Update on the Role of Chest Imaging in Cystic Fibrosis

Abstract

Cystic fibrosis is a genetic disease with multisystem involvement and associated morbidity and mortality that are most directly related to progressive lung disease. The hallmark findings of cystic fibrosis in the lungs are chronic inflammation and infection, leading to progressive loss of pulmonary function and often requiring lung transplant. Predominant lung findings include mucous plugging, bronchiectasis, and air trapping, often with associated atelectasis, consolidation, and emphysema; these findings form the basis of several clinical scoring systems that are used for imaging assessment. Recently, there have been major breakthroughs in the pharmacologic management of cystic fibrosis, including highly effective modulator therapies that directly target the underlying cystic fibrosis transmembrane conductance regulator molecular defect, often leading to remarkable improvements in lung function and quality of life with corresponding significant improvements in imaging markers. The authors review current guidelines regarding cystic fibrosis with respect to disease monitoring, identifying complications, and managing advanced lung disease.

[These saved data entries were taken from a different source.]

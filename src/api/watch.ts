import type { BatchCapability, BatchChart, BatchPositions } from '#shared/schemas/batch-chart.ts'
import type { ChartKind } from '#shared/vocabulary.ts'
import { api } from './client.ts'

export const fetchBatchChart = (batchId: string, chart: ChartKind | undefined, signal?: AbortSignal) =>
  api.get<BatchChart>(`/batches/${batchId}/chart`, { query: { chart }, ...(signal ? { signal } : {}) })
export const fetchBatchCapability = (batchId: string, signal?: AbortSignal) =>
  api.get<BatchCapability>(`/batches/${batchId}/capability`, signal ? { signal } : {})
export const fetchBatchPositions = (batchId: string, signal?: AbortSignal) =>
  api.get<BatchPositions>(`/batches/${batchId}/positions`, signal ? { signal } : {})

In addition, they discuss the evolving role of imaging, including current trends, emerging technologies, and proposed updates to imaging guidelines endorsed by international expert committees on cystic fibrosis, which favor increased use of cross-sectional imaging to enable earlier detection of structural changes in early disease and more sensitive detection of acute changes in advanced disease. It is important for radiologists to be familiar with these trends and updates so that they can most effectively assist clinicians in guiding the management of patients with cystic fibrosis in all stages of disease. ^©RSNA, 2024.